BLOB handling#
BLOBs are treated in a special manner in RonDB. The reason is that RonDB is a real-time engine. This means that working with large BLOB’s isn’t desirable for the RonDB data nodes. Working with large objects would create challenges around buffer management. A single read of a row would have to be scheduled in several steps.
To avoid these problems we split the BLOB into a number of parts and work with one part at a time.
Currently RonDB data nodes doesn’t support storing the entire BLOBs as part of the original row. A large BLOB must be split into multiple parts and these parts are stored in different rows.
A BLOB (or TEXT) field creates a VARCHAR column that can be up to 256 bytes in the table itself. If the BLOB is smaller, no more parts are needed. If the BLOB is larger, the BLOB is split such that the first 256 bytes is stored in the table itself, the rest is stored in a separate table for the BLOB column. Each row in this table contains a VARCHAR that can store up to 2 kBytes of the BLOB. E.g. a BLOB of 12.8 kBytes will be stored partly in the table itself (256 bytes), there will be 6 rows that use the entire 2 kBytes and a final row that stores the remainder which is about 0.55 kBytes in size. The last 7 rows are stored in a special table that is only used for this BLOB column. Each BLOB column adds one more table in RonDB. It is important to remember this when considering the amount of metadata RonDB has to store.
One reason for storing the extra rows in a separate table is to make it easier to add and drop BLOB columns. Adding a BLOB column can be made as an online operation by adding the VARCHAR column to the base table using the dynamic row format and creating a new table for the BLOB parts.
The part rows use the same partitioning key as the base table and partly the same primary key as the base table with an added columns for part id. Thus the BLOB rows will be stored in the same places since the BLOB tables use the same partitioning scheme.
Some of the problems of BLOBs comes from load regulation. If we store a BLOB that is 100 MByte in size it is obvious that if someone tries to write the entire BLOB as one operation or reading the BLOB as one operation as this would put an enormous load on the network for a short time, most likely stopping many other operations from progressing. To avoid this we will definitely want to send parts of a large BLOB at a time over the network even if at some time the whole BLOB is stored inside the table row.
Using BLOBs for fields that normally isn’t very large is not the optimal solution in RonDB. For example if the majority of the BLOBs are about 1 kBytes in size it makes sense to create a VARBINARY(2048) or something like that instead.

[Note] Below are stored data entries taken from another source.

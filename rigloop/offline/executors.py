"""Run one function over many items on this process, a local process pool or a Dask cluster.

``run_ordered(fn, items, executor=...)`` is the one way offline work (simulating many
animals, comparing rule files) fans out. Results come back in the order of ``items``
whatever order the workers finish in, and every executor returns the same values: each
item carries its own seed, so where it runs changes nothing (bit-identical results).

- ``"serial"``: in this process, one item after another (debugging, one item, a store
  with one writer).
- ``"local"``: a process pool on this machine (default: one worker per core).
- ``"dask"``: a ``dask.distributed`` cluster, either the scheduler at ``scheduler``
  (``tcp://HOST:8786``) or, when none is given, a local cluster of worker processes.
  Items travel in batches (a task per batch), so a thousand animals do not cost a
  thousand scheduler round trips. Dask is the optional 'cluster' extra and is imported
  here only, when asked for.

``fn`` must be a top-level function and ``items`` picklable values; ``fn(item)`` is
called once per item. ``progress(done, total)`` is called as items finish.
"""

from __future__ import annotations

import math
import os
from collections.abc import Callable, Sequence
from concurrent.futures import Executor, ProcessPoolExecutor, as_completed
from typing import Any

from ..errors import BadArgument, RigloopError

EXECUTORS = ("serial", "local", "dask")
CONNECT_TIMEOUT_S = 30.0  # how long to wait for a named scheduler before saying it is not there
_BATCHES_PER_WORKER = 4  # dask: enough batches to balance uneven animals, few enough to stay cheap


class MissingExtra(RigloopError, ImportError):
    """An optional dependency is not installed; the message names the extra that brings it."""


def cores() -> int:
    """Cores this process may use (the affinity mask where the system has one)."""
    try:
        return max(len(os.sched_getaffinity(0)), 1)
    except AttributeError:  # not on Linux
        return max(os.cpu_count() or 1, 1)


def run_ordered(fn: Callable[[Any], Any], items: Sequence[Any], *, executor: str | Executor = "local",
                scheduler: str | None = None, workers: int | None = None,
                progress: Callable[[int, int], None] | None = None, batch: int | None = None) -> list:
    """``[fn(item) for item in items]``, computed on ``executor``, in the order of ``items``.

    executor: ``"serial"``, ``"local"`` or ``"dask"`` (or any ``concurrent.futures.Executor``,
    which is used and left open); a ``scheduler`` address implies ``"dask"``.
    workers: processes for ``"local"`` and for the local Dask cluster (default: cores).
    batch: items per Dask task (default: spread over about four tasks per worker).
    An error in any item is raised here, after the remaining work is cancelled.
    """
    items = list(items)
    kind = _executor_kind(executor, scheduler)
    if workers is not None and (isinstance(workers, bool) or not isinstance(workers, int) or workers < 1):
        raise BadArgument("workers", "a whole number of processes >= 1 (or None for one per core)", workers)
    if batch is not None and (isinstance(batch, bool) or not isinstance(batch, int) or batch < 1):
        raise BadArgument("batch", "a whole number of items per task >= 1 (or None)", batch)
    total = len(items)
    if progress is not None:
        progress(0, total)
    if total == 0:
        return []
    if kind == "serial":
        return _run_serial(fn, items, progress)
    if kind == "pool":
        return _run_futures(executor, fn, items, progress)
    if kind == "local":
        n = min(workers or cores(), total)
        if n == 1:
            return _run_serial(fn, items, progress)
        with ProcessPoolExecutor(max_workers=n) as pool:
            return _run_futures(pool, fn, items, progress)
    return _run_dask(fn, items, scheduler=scheduler, workers=workers, batch=batch, progress=progress)


def _executor_kind(executor, scheduler) -> str:
    """Which runner ``executor`` (and ``scheduler``) asks for; a clear error otherwise."""
    if isinstance(executor, Executor):
        if scheduler is not None:
            raise BadArgument("scheduler", "None when an executor object is passed", scheduler)
        return "pool"
    if executor not in EXECUTORS:
        raise BadArgument("executor", f"one of {', '.join(EXECUTORS)}", executor)
    if scheduler is not None:
        if not isinstance(scheduler, str) or not scheduler.strip():
            raise BadArgument("scheduler", "a Dask scheduler address such as tcp://HOST:8786", scheduler)
        if executor == "serial":
            raise BadArgument("executor", "'dask' (or left out) when a --scheduler address is given", executor)
        return "dask"
    return executor


def _run_serial(fn, items, progress) -> list:
    out = []
    for i, item in enumerate(items):
        out.append(fn(item))
        if progress is not None:
            progress(i + 1, len(items))
    return out


def _run_futures(pool: Executor, fn, items, progress) -> list:
    """Submit every item to ``pool``; collect in order, counting as each finishes."""
    futures = [pool.submit(fn, item) for item in items]
    index = {f: i for i, f in enumerate(futures)}
    out: list = [None] * len(items)
    try:
        for done, f in enumerate(as_completed(futures), 1):
            out[index[f]] = f.result()
            if progress is not None:
                progress(done, len(items))
    except BaseException:
        for f in futures:
            f.cancel()
        raise
    return out


def run_batch(fn, items: list) -> list:
    """One Dask task: ``fn`` over a batch of items (a top-level function so it pickles)."""
    return [fn(item) for item in items]


def batches(n: int, size: int) -> list[range]:
    """``range(n)`` cut into consecutive pieces of ``size`` (the last may be shorter)."""
    return [range(i, min(i + size, n)) for i in range(0, n, size)]


def _import_distributed():
    """``dask.distributed``, or an error saying how to install the 'cluster' extra."""
    try:
        import dask.distributed as distributed
    except ImportError as exc:
        raise MissingExtra(
            "running on a Dask cluster needs the 'cluster' extra: pip install rigloop[cluster] "
            f"(or use --executor local); importing dask.distributed failed: {exc}") from exc
    return distributed


def _run_dask(fn, items, *, scheduler, workers, batch, progress) -> list:
    """Batches of items as Dask tasks on ``scheduler`` (or a local cluster); gathered in order."""
    distributed = _import_distributed()
    cluster = None
    try:
        if scheduler is None:
            cluster = distributed.LocalCluster(n_workers=min(workers or cores(), len(items)), threads_per_worker=1,
                                               processes=True, dashboard_address=None)
            client = distributed.Client(cluster)
        else:
            try:
                client = distributed.Client(scheduler, timeout=CONNECT_TIMEOUT_S)
            except (OSError, TimeoutError) as exc:
                raise BadArgument("scheduler", "the address of a running Dask scheduler (tcp://HOST:8786)",
                                  f"{scheduler} ({exc})") from None
        with client:
            n_workers = max(len(client.scheduler_info().get("workers", {})), 1)
            size = batch or max(math.ceil(len(items) / (n_workers * _BATCHES_PER_WORKER)), 1)
            pieces = batches(len(items), size)
            futures = [client.submit(run_batch, fn, [items[i] for i in r], pure=False) for r in pieces]
            where = {f.key: r for f, r in zip(futures, pieces, strict=True)}
            out: list = [None] * len(items)
            done = 0
            try:
                for f in distributed.as_completed(futures):
                    r = where[f.key]
                    for i, value in zip(r, f.result(), strict=True):
                        out[i] = value
                    done += len(r)
                    if progress is not None:
                        progress(done, len(items))
            except BaseException:
                client.cancel(futures)
                raise
            return out
    finally:
        if cluster is not None:
            cluster.close()
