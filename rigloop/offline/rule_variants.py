"""Variants of a rule file for tuning a criterion's numbers: ``--vary PATH=V1,V2,...``.

``PATH`` is the dotted path of a key in the rule file's TOML, e.g.
``stages.reversal.blocks.reversed.end.min_trials=20,40,80``. A number inside a
criterion's expression is reached by its position: ``PATH[K]`` is the K-th number
(from 1) of the expression at ``PATH``, e.g. ``stages.acquisition.advance.when[3]=0.9,0.95,0.99``
changes 0.95 in ``trials_in_stage >= 60 and p_discriminates(tone_hi, tone_lo, 0.3) >= 0.95``.
Several ``--vary`` options make a grid (every combination). Each variant is the rule
file's TOML with those values in place, written back as TOML (comments are not kept)
and loaded with every check a rule file gets, so a variant that breaks a rule (a
welfare limit loosened, an impossible criterion) is refused like any file.
"""

from __future__ import annotations

import copy
import itertools
import json
import math
import re
import tomllib
from dataclasses import dataclass

from ..errors import BadArgument

MAX_VARIANTS = 64
_NUMBER = re.compile(r"(?<![\w.])(\d+(?:\.\d*)?(?:[eE][-+]?\d+)?)(?![\w.])")
_SPEC = re.compile(r"^(?P<path>[A-Za-z0-9_.\-]+?)(?:\[(?P<k>\d+)\])?=(?P<values>.+)$")


@dataclass(frozen=True)
class Vary:
    """One ``--vary``: a key path, the number's position in an expression (or None), values."""

    path: tuple[str, ...]
    index: int | None
    values: tuple

    @property
    def label(self) -> str:
        return ".".join(self.path) + (f"[{self.index}]" if self.index else "")

    @property
    def short(self) -> str:
        """The last key (and position): what a variant's name shows."""
        return self.path[-1] + (f"[{self.index}]" if self.index else "")


def parse_vary(text: str) -> Vary:
    """``PATH=V1,V2`` or ``PATH[K]=V1,V2`` -> Vary (values read as TOML numbers, booleans or strings)."""
    m = _SPEC.match(text.strip())
    if not m:
        raise BadArgument("--vary", "PATH=V1,V2,... or PATH[K]=V1,V2,... (PATH: dotted keys of the rule file, "
                          "K: the K-th number of an expression), e.g. stages.acquisition.advance.when[3]=0.9,0.95",
                          text)
    values = tuple(_value(v.strip(), text) for v in m.group("values").split(","))
    k = int(m.group("k")) if m.group("k") else None
    if k is not None and k < 1:
        raise BadArgument("--vary", "a number position K >= 1 in PATH[K]", text)
    return Vary(tuple(m.group("path").split(".")), k, values)


def _value(v: str, text: str):
    if not v:
        raise BadArgument("--vary", "no empty values between the commas", text)
    try:
        return tomllib.loads(f"x = {v}")["x"]
    except tomllib.TOMLDecodeError:
        return v  # a bare word: a string


def _lookup(doc: dict, vary: Vary):
    """The table holding the key and the key, or an error naming the valid keys at the step that failed."""
    node = doc
    for depth, key in enumerate(vary.path):
        if not isinstance(node, dict) or key not in node:
            where = ".".join(vary.path[:depth]) or "the top level"
            keys = ", ".join(sorted(node)) if isinstance(node, dict) else "(none: it is a value)"
            raise BadArgument("--vary", f"a key the rule file has: at {where} the keys are {keys}", vary.label)
        if depth == len(vary.path) - 1:
            return node, key
        node = node[key]
    raise BadArgument("--vary", "a dotted key path", vary.label)  # pragma: no cover (empty path)


def apply(doc: dict, vary: Vary, value) -> None:
    """Put ``value`` at the Vary's place in the parsed TOML ``doc`` (in place)."""
    table, key = _lookup(doc, vary)
    old = table[key]
    if vary.index is None:
        if isinstance(old, dict):
            raise BadArgument("--vary", f"a value, not a table (keys under it: {', '.join(sorted(old))})", vary.label)
        table[key] = value
        return
    if not isinstance(old, str):
        raise BadArgument("--vary", "[K] only after a key that holds an expression (a string)", vary.label)
    numbers = list(_NUMBER.finditer(old))
    if vary.index > len(numbers):
        listed = ", ".join(f"[{i + 1}] {m.group(1)}" for i, m in enumerate(numbers)) or "none"
        raise BadArgument("--vary", f"a number position the expression {old!r} has (its numbers: {listed})",
                          vary.label)
    if isinstance(value, bool) or not isinstance(value, (int, float)):
        raise BadArgument("--vary", "numbers, to put into an expression", value)
    m = numbers[vary.index - 1]
    table[key] = old[:m.start()] + _number(value) + old[m.end():]


def variants(text: str, varies: list[Vary]) -> list[tuple[str, str]]:
    """(label, TOML text) of every combination of the varied values, checked for the paths."""
    doc = tomllib.loads(text)
    for v in varies:
        apply(copy.deepcopy(doc), v, v.values[0])  # a wrong path fails before any work
    combos = list(itertools.product(*(v.values for v in varies)))
    if len(combos) > MAX_VARIANTS:
        raise BadArgument("--vary", f"at most {MAX_VARIANTS} combinations", len(combos))
    out = []
    for combo in combos:
        d = copy.deepcopy(doc)
        for v, value in zip(varies, combo, strict=True):
            apply(d, v, value)
        label = " ".join(f"{v.short}={_number(x) if isinstance(x, (int, float)) else x}"
                         for v, x in zip(varies, combo, strict=True))
        header = "# variant made by rigloop compare --vary: " + "; ".join(
            f"{v.label} = {x!r}" for v, x in zip(varies, combo, strict=True)) + "\n"
        out.append((label, header + dumps(d)))
    return out


def _number(x) -> str:
    if isinstance(x, bool):
        return "true" if x else "false"
    if isinstance(x, int):
        return str(x)
    return repr(float(x)) if math.isfinite(x) else ("inf" if x > 0 else "-inf" if x < 0 else "nan")


# --------------------------------------------------------------------------- TOML out


def dumps(doc: dict) -> str:
    """A parsed TOML document as TOML text (tables, inline tables in lists, basic strings)."""
    lines: list[str] = []
    _table(doc, (), lines)
    return "\n".join(lines).strip() + "\n"


def _key(k: str) -> str:
    return k if re.fullmatch(r"[A-Za-z0-9_-]+", k) else json.dumps(k, ensure_ascii=False)


def _inline(v) -> str:
    if isinstance(v, str):
        return json.dumps(v, ensure_ascii=False)
    if isinstance(v, (bool, int, float)):
        return _number(v)
    if isinstance(v, list):
        return "[" + ", ".join(_inline(x) for x in v) + "]"
    if isinstance(v, dict):
        return "{ " + ", ".join(f"{_key(k)} = {_inline(x)}" for k, x in v.items()) + " }" if v else "{}"
    raise BadArgument("value", "a TOML value (string, number, boolean, list or table)", v)


def _table(d: dict, path: tuple[str, ...], lines: list[str]) -> None:
    plain = {k: v for k, v in d.items() if not isinstance(v, dict)}
    tables = {k: v for k, v in d.items() if isinstance(v, dict)}
    if path and (plain or not tables):
        lines.append("")
        lines.append("[" + ".".join(_key(k) for k in path) + "]")
    for k, v in plain.items():
        lines.append(f"{_key(k)} = {_inline(v)}")
    for k, v in tables.items():
        _table(v, (*path, k), lines)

However for storing objects that can be fairly large the BLOB implementation is quite ok. We ensure that reading and writing of BLOBs is split into many operations to ensure that the network isn’t overloaded by single BLOB operations.
Concurrency control of BLOB columns is a bit special due to this split of the column, this will be covered in the coming chapter on Concurrency Control.
When executing a transaction that changes a BLOB it is important that one operation record per BLOB part is needed, in the example above with a BLOB of 12.8 kByte in size there are 7 additional operation records when writing a BLOB. In RonDB all BLOB operations from SQL either write or read the entire object.
A natural thing for many BLOB columns are to store those as disk data columns. The main consideration here is that each extra BLOB part has to store the primary key part in main memory, thus the main memory used for each BLOB part is about 50-60 bytes dependent on the size of the primary key. If we need to store about 1 TBytes of BLOBs we still need to have about 30 GBytes of main memory storage.